**ASSIGNMENT**
In the data that follows, give the number of lines containing the word "fixtureRecords". Offer no additional comment.

Collected data entries
################
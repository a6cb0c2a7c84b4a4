package audit_test

import (
	"bytes"
	"context"
	"encoding/json"
	"fmt"
	"log/slog"
	"math"
	"strings"
	"testing"
	"time"

	"github.com/stretchr/testify/require"

	"filtrate/calc"
	"filtrate/internal/audit"
	"filtrate/internal/pipeline"
	"filtrate/store"
)

func TestVerifyCleanChain(t *testing.T) {
	f := newFixture(t)
	commitAll(t, f, nil, nil)

	var progress []int64
	rep, err := audit.Verify(context.Background(), f.st, audit.VerifyOptions{
		Progress: func(n int64) { progress = append(progress, n) }, ProgressEvery: 4, ProgressInterval: time.Hour,
	})
	require.NoError(t, err)
	require.True(t, rep.OK(), "problems: %v", rep.Problems)
	require.Equal(t, int64(fixtureRecords), rep.Checked)
	require.Equal(t, int64(1), rep.FirstID)
	require.Equal(t, int64(fixtureRecords), rep.LastID)
	require.Equal(t, int64(fixtureRecords), rep.Head.LastID)
	// Every record but the withdrawal recomputes.
	require.Equal(t, int64(fixtureRecords-1), rep.Recomputed)
	require.Equal(t, int64(1), rep.NotApplicable)
	require.Equal(t, []int64{4, 8}, progress)
}

func TestVerifyEmptyStore(t *testing.T) {
	f := newFixture(t)
	rep, err := audit.Verify(context.Background(), f.st, audit.VerifyOptions{})
	require.NoError(t, err)
	require.True(t, rep.OK())
	require.Zero(t, rep.Checked)
}

func kindsByID(rep audit.Report) map[int64][]audit.ProblemKind {
	m := map[int64][]audit.ProblemKind{}
	for id, ps := range rep.ByRecord() {
		for _, p := range ps {
			m[id] = append(m[id], p.Kind)
		}
	}
	return m
}

func TestVerifyFindsTampering(t *testing.T) {
	tests := []struct {
		name  string
		stmts []string
		want  map[int64][]audit.ProblemKind
	}{
		{
			name: "reported value changed and a record removed",
			stmts: []string{
				`UPDATE audit_records SET reported = '99' WHERE id = 1`,
				`DELETE FROM audit_records WHERE id = 5`,
			},
			want: map[int64][]audit.ProblemKind{
				1: {audit.ProblemContentHash, audit.ProblemRecompute},
				5: {audit.ProblemGap},
			},
		},
		{
			name:  "last record removed",
			stmts: []string{fmt.Sprintf(`DELETE FROM audit_records WHERE id = %d`, fixtureRecords)},
			want:  map[int64][]audit.ProblemKind{fixtureRecords: {audit.ProblemHead}},
		},
		{
			name: "unrounded value changed and rehashed, link broken",
			// Someone rewriting a value and its content hash still breaks
			// the next record's link, and the recomputation disagrees.
			stmts: []string{
				`UPDATE audit_records SET exact = exact + 1, content_hash = '` + strings.Repeat("ab", 32) + `' WHERE id = 4`,
			},
			want: map[int64][]audit.ProblemKind{
				4: {audit.ProblemContentHash, audit.ProblemRecompute},
				5: {audit.ProblemBrokenLink},
			},
		},
	}
	for _, tc := range tests {
		t.Run(tc.name, func(t *testing.T) {
			f := newFixture(t)
			commitAll(t, f, nil, nil)
			f.tamper(t, tc.stmts...)
			rep, err := audit.Verify(context.Background(), f.st, audit.VerifyOptions{})
			require.NoError(t, err)
			require.False(t, rep.OK())
			got := kindsByID(rep)
			for id, kinds := range tc.want {
				require.ElementsMatch(t, kinds, got[id], "record %d", id)
			}
			require.Len(t, got, len(tc.want), "problems: %v", rep.Problems)
		})
	}
}

func TestVerifySinceChecksTheLinkIntoTheRange(t *testing.T) {
	f := newFixture(t)
	ids := commitAll(t, f, nil, nil)
	// Messages were recorded a minute apart from 08:00; the third message
	// (records 7-8) at 08:02.
	since := time.Date(2026, 11, 30, 8, 2, 0, 0, time.UTC)
	first := ids[2][0]

	rep, err := audit.Verify(context.Background(), f.st, audit.VerifyOptions{Since: since})
	require.NoError(t, err)
	require.True(t, rep.OK(), "problems: %v", rep.Problems)
	require.Equal(t, first, rep.FirstID)
	require.Equal(t, int64(fixtureRecords)-first+1, rep.Checked)

	// Rewriting the content hash of the record before the range breaks the
	// link into it.
	f.tamper(t, fmt.Sprintf(`UPDATE audit_records SET content_hash = '%s' WHERE id = %d`, strings.Repeat("cd", 32), first-1))
	rep, err = audit.Verify(context.Background(), f.st, audit.VerifyOptions{Since: since})
	require.NoError(t, err)
	got := kindsByID(rep)
	require.Equal(t, []audit.ProblemKind{audit.ProblemContentHash}, got[first-1])
	require.Equal(t, []audit.ProblemKind{audit.ProblemBrokenLink}, got[first])
	require.Len(t, got, 2)
}

func TestRecomputeOldEquationVersion(t *testing.T) {
	old := oldCKDEPI2021Cr()
	// Version 0 listed first: version 1 stays the latest.
	withOld := registry(t, append([]calc.Equation{old}, builtinLatest()...)...)

	f := newFixture(t)
	m := messages()[0].msg
	m.Groups[0].Request.Pin = map[string]string{"ckd-epi-2021-cr": "0"}
	snap := snapshot(t, "")
	p := pipeline.NewProcessor(withOld, f.st, softwareV, nil)
	rcpt, err := p.Commit(context.Background(), m, p.Evaluate(m, snap), snap, nil)
	require.NoError(t, err)
	rec, err := f.st.Record(context.Background(), rcpt.RecordIDs[0])
	require.NoError(t, err)
	require.Equal(t, "0", rec.EquationVersion)

	// Verify recomputes it with version 0 and it holds.
	rep, err := audit.Verify(context.Background(), f.st, audit.VerifyOptions{Calculator: withOld})
	require.NoError(t, err)
	require.True(t, rep.OK(), "problems: %v", rep.Problems)
	v, err := audit.NewRecomputer(withOld).Recompute(rec)
	require.NoError(t, err)
	require.Equal(t, audit.Match, v.Outcome)
	require.Equal(t, "0", v.EquationVersion)

	// The latest version gives another value from the same request.
	var req calc.Request
	require.NoError(t, decodeRequest(rec, &req))
	req.Pin = nil
	latest := withOld.Evaluate(req)
	require.Equal(t, "1", latest.Results[0].EquationVersion)
	require.NotEqual(t, *rec.Exact, latest.Results[0].Exact)

	// A build that lacks version 0 cannot recompute the record and says so.
	rep, err = audit.Verify(context.Background(), f.st, audit.VerifyOptions{})
	require.NoError(t, err)
	require.Equal(t, map[int64][]audit.ProblemKind{rec.ID: {audit.ProblemRecomputeFailed}}, kindsByID(rep))
	require.Contains(t, rep.Problems[0].Detail, "ckd-epi-2021-cr version 0 is not in this build")
}

func TestRecomputeAfterAnUpgrade(t *testing.T) {
	// The record was made when version 0 was the latest (no pin in the
	// request); the upgraded build holds versions 0 and 1. The record's own
	// version, not the latest, must be used.
	old := oldCKDEPI2021Cr()
	var before []calc.Equation
	for _, e := range builtinLatest() {
		if e.ID == old.ID {
			e = old
		}
		before = append(before, e)
	}
	f := newFixture(t)
	commitAll(t, f, registry(t, before...), nil)
	after := registry(t, append([]calc.Equation{old}, builtinLatest()...)...)

	rep, err := audit.Verify(context.Background(), f.st, audit.VerifyOptions{Calculator: after})
	require.NoError(t, err)
	require.True(t, rep.OK(), "problems: %v", rep.Problems)
	require.Equal(t, int64(fixtureRecords-1), rep.Recomputed)
}

func TestVerifyFindsRecomputeMismatch(t *testing.T) {
	f := newFixture(t)
	// The store receives records whose first unrounded value is one unit in
	// the last place off: the chain is intact, the arithmetic is not.
	nudge := acceptFunc(func(ctx context.Context, sub store.Submission) (store.Receipt, error) {
		for i, r := range sub.Records {
			if r.Exact != nil && r.Equation == "ckd-epi-2021-cr" {
				x := math.Nextafter(*r.Exact, math.Inf(1))
				sub.Records[i].Exact = &x
				break
			}
		}
		return f.st.Accept(ctx, sub)
	})
	ids := commitAll(t, f, nil, nudge)

	rep, err := audit.Verify(context.Background(), f.st, audit.VerifyOptions{})
	require.NoError(t, err)
	got := kindsByID(rep)
	// One nudged result per message that has a ckd-epi-2021-cr result.
	for _, msg := range ids {
		require.Equal(t, []audit.ProblemKind{audit.ProblemRecompute}, got[msg[0]])
	}
	require.Len(t, got, len(ids))
	require.Contains(t, rep.ByRecord()[ids[0][0]][0].Detail, "exact: recomputed − stored = ")
	require.Contains(t, rep.ByRecord()[ids[0][0]][0].Detail, "(1 ulp)")

	rec, err := f.st.Record(context.Background(), ids[0][0])
	require.NoError(t, err)
	v, err := audit.Recompute(rec)
	require.NoError(t, err)
	require.Equal(t, audit.Mismatch, v.Outcome)
	require.Len(t, v.Differences, 1)
	require.Equal(t, "exact", v.Differences[0].Field)
}

func TestRecomputeRefusalAndWithdrawal(t *testing.T) {
	f := newFixture(t)
	ids := commitAll(t, f, nil, nil)
	ctx := context.Background()

	refusal, err := f.st.Record(ctx, ids[0][1])
	require.NoError(t, err)
	require.Equal(t, string(calc.ReasonValueCensored), refusal.SuppressionCode)
	v, err := audit.Recompute(refusal)
	require.NoError(t, err)
	require.Equal(t, audit.Match, v.Outcome)

	// The same record claiming another refusal does not recompute.
	refusal.SuppressionCode = string(calc.ReasonValueNotNumeric)
	v, err = audit.Recompute(refusal)
	require.NoError(t, err)
	require.Equal(t, audit.Mismatch, v.Outcome)
	require.Equal(t, "refusal", v.Differences[0].Field)

	withdrawn, err := f.st.Record(ctx, ids[0][2])
	require.NoError(t, err)
	v, err = audit.Recompute(withdrawn)
	require.NoError(t, err)
	require.Equal(t, audit.NotApplicable, v.Outcome)

	// Assumed-sex results match their own sex, not the other one.
	female, err := f.st.Record(ctx, ids[2][0])
	require.NoError(t, err)
	require.Equal(t, "assumed sex: female", female.Comments[0])
	v, err = audit.Recompute(female)
	require.NoError(t, err)
	require.Equal(t, audit.Match, v.Outcome)
	male, err := f.st.Record(ctx, ids[2][1])
	require.NoError(t, err)
	female.Comments[0] = male.Comments[0]
	v, err = audit.Recompute(female)
	require.NoError(t, err)
	require.Equal(t, audit.Mismatch, v.Outcome)

	// No stored request: cannot recompute.
	rec := female
	rec.Request = nil
	v, err = audit.Recompute(rec)
	require.Error(t, err)
	require.Equal(t, audit.Failed, v.Outcome)
}

func TestVerifyLogsNoPatientData(t *testing.T) {
	f := newFixture(t)
	commitAll(t, f, nil, nil)
	// Problems of every kind, so that the problem log lines run too.
	f.tamper(t,
		`UPDATE audit_records SET reported = '1' WHERE id = 1`,
		`DELETE FROM audit_records WHERE id = 4`,
	)
	var buf bytes.Buffer
	logger := slog.New(slog.NewJSONHandler(&buf, &slog.HandlerOptions{Level: slog.LevelDebug}))
	rep, err := audit.Verify(context.Background(), f.st, audit.VerifyOptions{Logger: logger})
	require.NoError(t, err)
	require.False(t, rep.OK())

	logged := buf.String()
	require.Contains(t, logged, "audit verify finished")
	require.Contains(t, logged, `"kind":"gap"`)
	var findings strings.Builder
	for _, p := range rep.Problems {
		findings.WriteString(p.String() + "\n")
	}
	for _, secret := range []string{patientA, birthA, patientB, birthB, patientC, birthC, patientD, birthD, "1972-03-14", "0.92"} {
		require.NotContains(t, logged, secret)
		require.NotContains(t, findings.String(), secret)
	}
}

func decodeRequest(rec store.AuditRecord, req *calc.Request) error {
	return json.Unmarshal(rec.Request, req)
}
################
**YOUR RESPONSE**
8